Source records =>
· · ·

def test_every_rule_that_is_broken_is_named(hall: Hall) -> None:
    """IPL Rulebook 2019, 6.1.1: multiples of 2.5 kg, and never below a weight already failed."""
    hall.lift(ADA, 1, Result.MISSED)
    told = (
        "96 kg is not a multiple of 2.5. Nearest: 100 or 102.5. "
        "96 kg is below 100 kg, which this lifter has missed. Nearest: 100 or 102.5."
    )
    with pytest.raises(AgainstTheRules) as refusal:
        hall.declare(ADA, 2, "96")
    assert str(refusal.value) in (told, told.replace("Nearest: 100 or 102.5", "Next possible: 100"))
    assert refusal.value.late is False


# The time to hand in


def test_a_weight_handed_in_too_late_is_refused_and_the_refusal_says_that_only_time_is_against_it(
    hall: Hall,
) -> None:
    """One minute: IPL Rulebook 2019, 6.1.1, WDFPF 2007, Order of competition."""
    hall.lift(ADA, 1)
    hall.wait(LATE_S)
    with pytest.raises(
        AgainstTheRules, match=r"s after the 60 s had run out\. The default stands: 102\.5 kg\."
    ) as told:
        hall.declare(ADA, 2, "107.5")
    assert told.value.late is True
    hall.declare(ADA, 2, "107.5", reason="handed in in time, entered late")
    assert hall.attempt(ADA, 2).weight == kg("107.5")


def test_late_and_wrong_is_not_only_late(hall: Hall) -> None:
    hall.lift(ADA, 1)
    hall.wait(LATE_S)
    with pytest.raises(AgainstTheRules) as told:
        hall.declare(ADA, 2, "108")
    assert told.value.late is False


def test_in_the_last_second_a_weight_is_still_in_time(hall: Hall) -> None:
    hall.lift(ADA, 1)
    hall.wait(58)  # reading the clock takes this one another second
    assert hall.declare(ADA, 2, "107.5") == "Ada Brook: Squat, 2nd declared at 107.5."


def test_the_default_may_be_entered_at_any_time(hall: Hall) -> None:
    hall.lift(ADA, 1)
    hall.wait(600)
    assert hall.declare(ADA, 2, "") == "Ada Brook: Squat, 2nd declared at 102.5."


def test_time_begins_with_the_lift_and_not_with_a_correction_of_it(hall: Hall) -> None:
    hall.lift(ADA, 1)
    hall.wait(LATE_S)
    hall.judge(ADA, 1, Result.MISSED)
    with pytest.raises(AgainstTheRules, match=r"The default stands: 100 kg\."):
        hall.declare(ADA, 2, "107.5")


def test_without_a_limit_nobody_is_late(hall: Hall) -> None:
    hall.rules(seconds_to_hand_in="0")
    hall.lift(ADA, 1)
    hall.wait(6000)
    hall.declare(ADA, 2, "107.5")


def test_a_forfeited_default_wants_a_weight_or_a_pass(hall: Hall) -> None:
    """WDFPF 2007, Order of competition: the next attempt is forfeited."""
    hall.rules(default="forfeited")
    hall.lift(ADA, 1)
    told = "Ada Brook: Squat, 2nd: type a weight. Not handed in, the attempt is forfeited: pass it then."
    with refused(hall, NotAllowedNow, told):
        hall.declare(ADA, 2, "")
    hall.wait(LATE_S)
    with pytest.raises(AgainstTheRules, match=r"The attempt is forfeited\."):
        hall.declare(ADA, 2, "105")
    assert hall.judge(ADA, 2, Result.PASSED) == "Ada Brook: Squat, 2nd: passed."


# Record attempts


def test_a_record_attempt_is_marked_and_goes_by_its_own_step(hall: Hall) -> None:
    """Half a kilo over the record: IPF rule from memory, the value is a setting of the preset."""
    with refused(hall, AgainstTheRules, "101 kg is not a multiple of 2.5. Nearest: 100 or 102.5."):
        hall.declare(ADA, 2, "101")
    assert hall.declare(ADA, 2, "101r") == "Ada Brook: Squat, 2nd declared at 101, record attempt."
    assert hall.attempt(ADA, 2).record is True
    check_board(hall.board())


@pytest.mark.parametrize("typed", ["101R", " 101 r ", "101,0r"])
def test_the_record_mark_is_read_as_people_type_it(hall: Hall, typed: str) -> None:
    hall.declare(ADA, 2, typed)
    assert (hall.attempt(ADA, 2).weight, hall.attempt(ADA, 2).record) == (kg(101), True)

· · ·

Work request => What do the lines above say from the one containing "assert str(refusal.value) in" down to the one containing "test_a_forfeited_default_wants_a_weight_or_a_pass(hall: Hall) ->"? Return them exactly, both end lines included, and only them.

Solution to this problem =>
    assert str(refusal.value) in (told, told.replace("Nearest: 100 or 102.5", "Next possible: 100"))
    assert refusal.value.late is False


# The time to hand in


def test_a_weight_handed_in_too_late_is_refused_and_the_refusal_says_that_only_time_is_against_it(
    hall: Hall,
) -> None:
    """One minute: IPL Rulebook 2019, 6.1.1, WDFPF 2007, Order of competition."""
    hall.lift(ADA, 1)
    hall.wait(LATE_S)
    with pytest.raises(
        AgainstTheRules, match=r"s after the 60 s had run out\. The default stands: 102\.5 kg\."
    ) as told:
        hall.declare(ADA, 2, "107.5")
    assert told.value.late is True
    hall.declare(ADA, 2, "107.5", reason="handed in in time, entered late")
    assert hall.attempt(ADA, 2).weight == kg("107.5")


def test_late_and_wrong_is_not_only_late(hall: Hall) -> None:
    hall.lift(ADA, 1)
    hall.wait(LATE_S)
    with pytest.raises(AgainstTheRules) as told:
        hall.declare(ADA, 2, "108")
    assert told.value.late is False


def test_in_the_last_second_a_weight_is_still_in_time(hall: Hall) -> None:
    hall.lift(ADA, 1)
    hall.wait(58)  # reading the clock takes this one another second
    assert hall.declare(ADA, 2, "107.5") == "Ada Brook: Squat, 2nd declared at 107.5."


def test_the_default_may_be_entered_at_any_time(hall: Hall) -> None:
    hall.lift(ADA, 1)
    hall.wait(600)
    assert hall.declare(ADA, 2, "") == "Ada Brook: Squat, 2nd declared at 102.5."


def test_time_begins_with_the_lift_and_not_with_a_correction_of_it(hall: Hall) -> None:
    hall.lift(ADA, 1)
    hall.wait(LATE_S)
    hall.judge(ADA, 1, Result.MISSED)
    with pytest.raises(AgainstTheRules, match=r"The default stands: 100 kg\."):
        hall.declare(ADA, 2, "107.5")


def test_without_a_limit_nobody_is_late(hall: Hall) -> None:
    hall.rules(seconds_to_hand_in="0")
    hall.lift(ADA, 1)
    hall.wait(6000)
    hall.declare(ADA, 2, "107.5")


def test_a_forfeited_default_wants_a_weight_or_a_pass(hall: Hall) -> None:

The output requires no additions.